Calm and charismatic, Adolfo blends the down-to-earth with the dreamer. As exuberant about asparagus as he is about education, Adolfo exudes endless energy. Even his headquarters address is 247 -- perfect for a man who runs seamlessly 24-7. So I guess it's fitting that his public school curriculum is based on STEAM - Science, Technology, Engineering, Art & Mathematics - a balance of the pragmatic and the artistic, a plan to prepare students for jobs and for life. Hoping to glide city government into High Tech gear, Carrion's Campaign for a Smart NYC now features a free MyCityPass app to bolt us from dinosaur to digital.

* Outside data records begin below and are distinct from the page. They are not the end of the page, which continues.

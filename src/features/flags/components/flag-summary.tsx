import { Link } from 'react-router-dom';
import type { FlagDto } from '../../../../shared/api/flags.schema';
import { useFormat } from '../../../i18n/format';
import { TierBadge } from '../../ladder/components/tier-badge';
import { useFlagFormat } from '../flag-format';

/** What a supervisor needs to decide: district, tier, why, the drivers at the time, the message and the actions. */
export function FlagSummary({ flag, linkToPage = false }: { flag: FlagDto; linkToPage?: boolean }) {
  const f = useFlagFormat();
  const { t } = f;
  const { percent } = useFormat();
  const drivers = [...flag.drivers].filter((d) => d.score !== null).sort((a, b) => b.contribution - a.contribution);
  const status = f.statusLabel(flag);
  return (
    <div className="min-w-0 space-y-3 break-words">
      <div className="flex flex-wrap items-center gap-3">
        <h2 className="section-title !mb-0">
          {linkToPage ? (
            <Link className="link" to={`/flags/${flag.id}`}>
              {flag.districtName} ({flag.districtCode})
            </Link>
          ) : (
            `${flag.districtName} (${flag.districtCode})`
          )}
        </h2>
        {flag.tier ? <TierBadge tier={flag.tier} /> : <span className="text-sm text-ink-muted">{t('summary.noTier')}</span>}
        <span className="status">{status}</span>
      </div>
      <p className="text-sm text-ink-muted">
        {[
          f.reasonLabel(flag),
          flag.epiWeek && flag.epiYear ? t('summary.week', { week: flag.epiWeek, year: flag.epiYear }) : null,
          t('summary.raised', { who: f.raisedByLabel(flag), when: f.formatWhen(flag.createdAt) }),
        ]
          .filter(Boolean)
          .join(' · ')}
      </p>
      {flag.note ? <p className="text-sm">{t('summary.why', { note: flag.note })}</p> : null}
      {drivers.length ? (
        <p className="text-sm">
          {t('summary.drivers', {
            list: drivers.map((d) => t('summary.driverShare', { label: f.driverLabel(d), share: percent(d.contribution) })).join(' · '),
          })}
        </p>
      ) : null}
      <blockquote className="border-l-4 border-line pl-3">{flag.finalMessage ?? flag.suggestedMessage}</blockquote>
      <details>
        <summary className="cursor-pointer py-1 text-sm font-bold">{t('summary.actions', { count: flag.actions.length })}</summary>
        <ul className="mt-2 list-disc space-y-1 pl-5 text-sm">
          {flag.actions.map((a) => {
            const action = f.action(a);
            return (
              <li key={a.id}>
                <strong>{action.title}.</strong> {action.text}
              </li>
            );
          })}
        </ul>
        <p className="mt-2 text-sm italic">{f.caution()}</p>
      </details>
      {flag.status !== 'open' ? (
        <p className="text-sm">
          {t(flag.decisionReason ? 'summary.decidedWithReason' : 'summary.decided', {
            status,
            who: flag.decidedBy?.displayName ?? t('someone'),
            when: flag.decidedAt ? f.formatWhen(flag.decidedAt) : '—',
            reason: flag.decisionReason ?? '',
          })}
        </p>
      ) : null}
    </div>
  );
}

He's not a millionaire owner of a supermarket chain. He did not run the MTA. He has no need to flash photos of himself or ally with realtors to destroy hospitals. He's a jazz, rock, and R & B guy -- a Stevie Wonder and Allman brothers buff. He's a simple family man, father of four, proud parent, bicyclist, gourmet cook and a gardener.

Tossing homegrown herbs and peppers into his own hot sauce, he keeps the tradition of Sunday dinner alive, giving his kids a sense of responsibility and commitment. Menus, conversation, time.

Sitting around the dinner table in downtown Manhattan's FiDi, Adolfo reminisces about his kitchen table -- always a mecca of creativity, conversation and camaraderie. Just as I once sat on a kitchen barstool in Queens watching my mom slice hard-boiled eggs for Jewish holiday chopped liver, Adolfo uses his Latino-American-Italian-Asian fusion kitchen to spread the word -- and the food -- with his own family, cooking, talking, listening. Whiffs of asopao gumbo and sofrito whirl in my head. I can still smell the chicken soup in Mom's kitchen, and I can smell the arroz con pollo in Adolfo's.

After we'd finished dinner and dialogue, I was full from this exquisite meal. But now I'm hungry for this kind of mayor -- thoughtful, concentrated, open to new ideas, here for the common man. Carry on, Carrion.

You can pick up that fork now, Adolfo.